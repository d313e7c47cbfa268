"""Small shows made in memory, for tests."""

from __future__ import annotations

from typing import Any

import numpy as np

from beamctl.acoustics import cells as maps
from beamctl.acoustics.cells import CellMap
from beamctl.show.house import House
from beamctl.show.limits import Guard, Wire
from beamctl.show.rig import Rig
from beamctl.show.sheet import Sheet
from beamctl.show.show import Show, SoundFacts

PANEL: dict[str, Any] = {
    "at_m": (0.0, 0.0, 0.0),
    "grid": {"columns": 8, "rows": 8, "pitch_mm": 10.0},
    "volts_at_full_scale": 5.0,
    "max_volts": 7.0,
    "level_db_30cm_10v": 115.0,
    "cell_mm": 9.0,
    "resonance_hz": 40_000.0,
    "q": 20.0,
}


def grid(columns: int = 8, rows: int = 8, pitch_m: float = 0.01, loom: str = "each") -> CellMap:
    """A grid panel's cells."""
    at = maps.grid_positions(columns, rows, pitch_m)
    return maps.cell_map(at, maps.loom(at, loom))


ROW = {  # far off, so that a show that is not about seats has some
    "class": "seats",
    "first_m": [0.0, 30.0, 1.2],
    "rows": ["Z"],
    "row_step_m": [0.0, 1.0, 0.0],
    "seats": 2,
    "seat_step_m": [0.5, 0.0, 0.0],
}


def make_show(
    beams: tuple[str, ...] = ("a",),
    cues: list[dict[str, Any]] | None = None,
    cells: CellMap | None = None,
    house: dict[str, Any] | None = None,
    rate_hz: int = 192_000,
    sounds: tuple[str, ...] = ("tone",),
    **panel: Any,
) -> Show:
    """A show on one panel "p" with these beams and cues; sounds last one second."""
    spec = PANEL | panel
    rig = Rig.model_validate({"format": 1, "rate_hz": rate_hz, "panel": {"p": spec}})
    sheet = Sheet.model_validate(
        {
            "format": 1,
            "title": "test",
            "beam": {b: {"panel": "p"} for b in beams},
            "cue": cues or [],
        }
    )
    return Show(
        folder="",
        sheet=sheet,
        rig=rig,
        house=House.model_validate({"format": 1, "block": {"row": ROW}} | (house or {})),
        guard=Guard(format=1),
        wire=Wire(format=1),
        cells={"p": cells if cells is not None else grid()},
        sounds={name: SoundFacts("", 48_000, 48_000, 1) for name in sounds},
        digests={},
    )


def analytic_tone(frequency_hz: float, seconds: float, rate_hz: int = 192_000) -> np.ndarray:
    """A prepared programme: (frames, 2) float32 at half the device rate, magnitude 1."""
    t = np.arange(round(seconds * rate_hz / 2)) / (rate_hz / 2)
    turns = np.exp(2j * np.pi * frequency_hz * t)
    return np.stack([turns.real, turns.imag], axis=1).astype(np.float32)


def silence(seconds: float, rate_hz: int = 192_000) -> np.ndarray:
    """A prepared programme of exact zeros."""
    return np.zeros((round(seconds * rate_hz / 2), 2), np.float32)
|---|
Which lines in the data above contain "rows"? Show each one.

    "grid": {"columns": 8, "rows": 8, "pitch_mm": 10.0},
def grid(columns: int = 8, rows: int = 8, pitch_m: float = 0.01, loom: str = "each") -> CellMap:
    at = maps.grid_positions(columns, rows, pitch_m)
    "rows": ["Z"],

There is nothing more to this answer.